Work request —
In the records below, find each line with the word "considered" and copy it.

Materials provided —
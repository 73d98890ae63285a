"""Parameters of the nodes and motions of this plugin, with units, bounds and meaning."""

from __future__ import annotations

from dataclasses import dataclass

from shiftfix.api import Quantity, param


@dataclass(frozen=True)
class SearchParams:
    """Parameters of `solve.search`."""

    motion: str = param(
        "motion of the emitter: orbit, surface, fixed, polynomial or one from a plugin", motion="name"
    )
    motion_options: dict = param("options of that motion, as a table", default={}, motion="options")
    emitter: str = param("emitter to solve for; needed when the table holds several", default="")
    rest_frequency: Quantity | None = param(
        "declared rest frequency with its 1-sigma", default=None, unit="Hz", minimum=0.0, sigma=True
    )
    station_model: str = param(
        "station oscillators in the search", default="constant", choices=("constant", "drift", "calibrated")
    )
    emitter_model: str = param("emitter's oscillator in the search", default="constant", choices=("constant", "drift"))
    emitter_drift_sigma: float = param("1-sigma of the emitter's drift", default=3e-9, unit="1/s", minimum=0.0)
    earth_orientation: str = param(
        "table: refuse times outside it; degraded: UT1 = UTC, no polar motion, error widened",
        default="table",
        choices=("table", "degraded"),
    )
    keep: int = param("largest number of starting states handed on", default=16, minimum=1, maximum=200)


@dataclass(frozen=True)
class FixParams:
    """Parameters of `solve.fix`."""

    emitter: str = param("emitter to solve for; needed when the table holds several", default="")
    motion: str = param("motion to fit; empty takes that of the starting states", default="", motion="name")
    station_model: str = param(
        "station oscillators: constant or drift; random_walk; piecewise: one offset an arc; calibrated: from `offsets` alone",
        default="constant",
        choices=("constant", "drift", "random_walk", "piecewise", "calibrated"),
    )
    emitter_model: str = param("emitter's oscillator", default="constant", choices=("constant", "drift", "random_walk"))
    station_drift_sigma: float = param("prior 1-sigma of a station's drift", default=1e-12, unit="1/s", minimum=0.0)
    emitter_drift_sigma: float = param("prior 1-sigma of the emitter's drift", default=3e-9, unit="1/s", minimum=0.0)
    station_walk: float = param(
        "random walk of a station's frequency, 1 sigma after one second", default=1e-11, unit="1", minimum=0.0
    )
    emitter_walk: float = param(
        "random walk of the emitter's frequency, 1 sigma after one second", default=1e-10, unit="1", minimum=0.0
    )
    emitter_steps: tuple[str, ...] = param("UTC times at which the emitter's frequency may step", default=())
    step_sigma: float = param("prior 1-sigma of such a step", default=1e-6, unit="1", minimum=0.0)
    datum: str = param("auto, or the station whose reference defines frequency", default="auto")
    noise: str = param(
        "declared: keep the stated weights, widen the error when residuals contradict them; estimated: re-weight by the "
        "noise that the residuals show",
        default="declared",
        choices=("declared", "estimated"),
    )
    loss: str = param(
        "robust: gates and weights; plain: every row at full weight", default="robust", choices=("robust", "plain")
    )
    keep_all: bool = param("give every row its full weight, whatever its residual (as `loss = plain`)", default=False)
    downweight_beyond: float = param(
        "normalised residual beyond which a row loses weight", default=3.0, minimum=1.0, maximum=100.0
    )
    reject_beyond: float = param(
        "normalised residual beyond which a row is rejected", default=6.0, minimum=2.0, maximum=1000.0
    )
    elevation_mask: float = param(
        "rows of ground stations below this elevation are left out",
        default=-90.0,
        unit="deg",
        minimum=-90.0,
        maximum=80.0,
    )
    elevation_weighting: str = param(
        "none; sine: the 1-sigma of rows of ground stations grows as 1/sin(elevation)",
        default="none",
        choices=("none", "sine"),
    )
    troposphere: str = param(
        "none, or the delay of a standard atmosphere", default="standard", choices=("none", "standard")
    )
    zenith_delay_sigma: float = param("considered error of the zenith delay", default=0.05, unit="m", minimum=0.0)
    vertical_tec_sigma: float = param(
        "considered vertical electron content, in 1e16 per square metre", default=0.0, minimum=0.0
    )
    loading_sigma: float = param(
        "considered height of ground stations that varies within hours (ocean loading, remainder of the tide)",
        default=0.02,
        unit="m",
        minimum=0.0,
    )
    force_model_sigma: float = param(
        "considered unmodelled accelerations of an orbit, as a multiple of the omitted gravity field",
        default=1.0,
        minimum=0.0,
    )
    emitter_antenna_sigma: float = param(
        "considered distance of a satellite's antenna from its centre of mass", default=1.0, unit="m", minimum=0.0
    )
    emitter_flicker: float = param(
        "considered slow variations of the emitter's frequency that its model leaves out, as an amplitude",
        default=0.0,
        unit="1",
        minimum=0.0,
    )
    common_time_sigma: float = param(
        "considered time-tag error that all stations share", default=0.0, unit="s", minimum=0.0
    )
    consider_time: bool = param("consider the time-tag sigma of each station", default=True)
    consider_coordinates: bool = param("consider the coordinate sigma of each station", default=True)
    odds_threshold: float = param(
        "odds of the best solution below which the answer is ambiguous", default=0.95, minimum=0.5, maximum=1.0
    )
    earth_orientation: str = param(
        "table: refuse times outside it; degraded: UT1 = UTC, no polar motion, error widened",
        default="table",
        choices=("table", "degraded"),
    )


@dataclass(frozen=True)
class OrbitOptions:
    """Options of the motion `orbit`."""

    radiation_scale_sigma: float = param(
        "1-sigma of the radiation-pressure scale about 1 (area and mass are unknown); 0 keeps the nominal one",
        default=0.5,
        minimum=0.0,
    )
    drag_scale_sigma: float = param(
        "1-sigma of the drag scale about 1; 0 keeps the nominal one", default=0.0, minimum=0.0
    )
    drag: bool = param("whether air drag acts", default=True)


@dataclass(frozen=True)
class SearchRegion:
    """Where a search begins: options of every motion near the ground."""

    centre_latitude: float | None = param(
        "centre of the search region", default=None, unit="deg", minimum=-90.0, maximum=90.0
    )
    centre_longitude: float | None = param(
        "centre of the search region", default=None, unit="deg", minimum=-360.0, maximum=360.0
    )
    radius: float | None = param(
        "radius of the search region; default: from the stations, or what all receivers see",
        default=None,
        unit="m",
        minimum=1.0,
    )


@dataclass(frozen=True)
class SurfaceOptions(SearchRegion):
    """Options of the motion `surface`."""

    height: Quantity = param(
        "ellipsoidal height and its 1-sigma",
        default=Quantity(0.0, 30.0),
        unit="m",
        minimum=-500.0,
        maximum=9000.0,
        sigma=True,
    )
    legs: int = param("number of legs of constant course and speed", default=1, minimum=1, maximum=6)
    turn_times: tuple[str, ...] = param("UTC times of the turns; empty: estimated", default=())
    speed_sigma: float = param("prior 1-sigma of each velocity component", default=30.0, unit="m/s", minimum=1e-3)


@dataclass(frozen=True)
class FixedOptions(SearchRegion):
    """Options of the motion `fixed`."""

    height: Quantity = param(
        "ellipsoidal height and its 1-sigma",
        default=Quantity(0.0, 300.0),
        unit="m",
        minimum=-500.0,
        maximum=9000.0,
        sigma=True,
    )


@dataclass(frozen=True)
class PolynomialOptions(SearchRegion):
    """Options of the motion `polynomial`."""

    degree: int = param("1: constant velocity, 2: constant acceleration", default=1, minimum=1, maximum=2)
    height: Quantity | None = param(
        "ellipsoidal height at the epoch and its 1-sigma",
        default=None,
        unit="m",
        minimum=-500.0,
        maximum=1e5,
        sigma=True,
    )
    speed_sigma: float = param("prior 1-sigma of each velocity component", default=400.0, unit="m/s", minimum=1e-3)
    acceleration_sigma: float = param(
        "prior 1-sigma of each acceleration component", default=3.0, unit="m/s2", minimum=1e-6
    )
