def test_gap_power_failure_and_events(read):
    missing = Scene(edits=[at(5, "G03", present=False)])
    assert reasons(read(rinex(missing))) == {"first of an arc": 4, "first of an arc after a gap": 1}
    power = read(rinex(Scene(flags={4: 1})))
    assert reasons(power) == {"first of an arc": 4, "power failure": 4}
    for version, event in ((2.11, " " * 28 + "4  1"), (3.04, ">" + " " * 30 + "4  1")):
        lines = rinex(Scene(epochs=6), version).splitlines()
        start = next(k for k, line in enumerate(lines) if " 26  3  1  6  1 30" in line or "06 01 30" in line)
        lines[start:start] = [event, f"{'antenna was cleaned':<60}COMMENT"]
        assert reasons(read("\n".join(lines) + "\n")) == {"first of an arc": 4}


def test_event_with_new_code_list(read):
    first = rinex(Scene(epochs=3), 2.11).splitlines()
    second = rinex(dataclasses.replace(Scene(epochs=3), second_0=30.0, minute_0=1), 2.11, ("P1", "L1", "L2"))
    body = second.split("END OF HEADER\n")[1].splitlines()
    new = ["                            4  1", f"{'     3    P1    L1    L2':<60}# / TYPES OF OBSERV"]
    table = read("\n".join(first + new + body) + "\n")
    got = row(table, "G17", 4)
    change = Scene().range_m("G17", 150.0) - Scene().range_m("G17", 120.0)
    assert got.received_frequency_hz == pytest.approx(F1 * (1 - change / (C * 30.0)), abs=4e-5)


def test_missing_epoch_breaks_all(read):
    scene = Scene(edits=[lambda k, s, r: r.update(present=k != 5)])
    lines = [line for line in rinex(scene, 3.04).splitlines() if not line.endswith("0  0")]
    table = read("\n".join(lines) + "\n")
    assert reasons(table) == {"first of an arc": 4, "first of an arc after a gap": 4}
    assert set(table.rows.interval_s) == {30.0}


def test_files_join_at_their_seam_and_repeated_epochs_are_used_once(read):
    early = rinex(Scene(epochs=6))
    late = rinex(Scene(epochs=6, minute_0=2, second_0=30.0))  # begins with the last epoch of the other
    table = read(late, early)
    assert reasons(table) == {"first of an arc": 4, "repeated epoch": 4}
    assert all(r.source == "file0.26o" for r in table.rejects if r.reason == "repeated epoch")
    assert len(table) == 4 * 10
    assert table.rows.phase_arc_id.nunique() == 4
    for source in table.sources:
        assert source.rows_read == source.rows_accepted + source.rows_rejected == 24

Result of this exercise —
    zenith_delay_sigma: float = param("considered error of the zenith delay", default=0.05, unit="m", minimum=0.0)
        "considered vertical electron content, in 1e16 per square metre", default=0.0, minimum=0.0
        "considered height of ground stations that varies within hours (ocean loading, remainder of the tide)",
        "considered unmodelled accelerations of an orbit, as a multiple of the omitted gravity field",
        "considered distance of a satellite's antenna from its centre of mass", default=1.0, unit="m", minimum=0.0
        "considered slow variations of the emitter's frequency that its model leaves out, as an amplitude",
        "considered time-tag error that all stations share", default=0.0, unit="s", minimum=0.0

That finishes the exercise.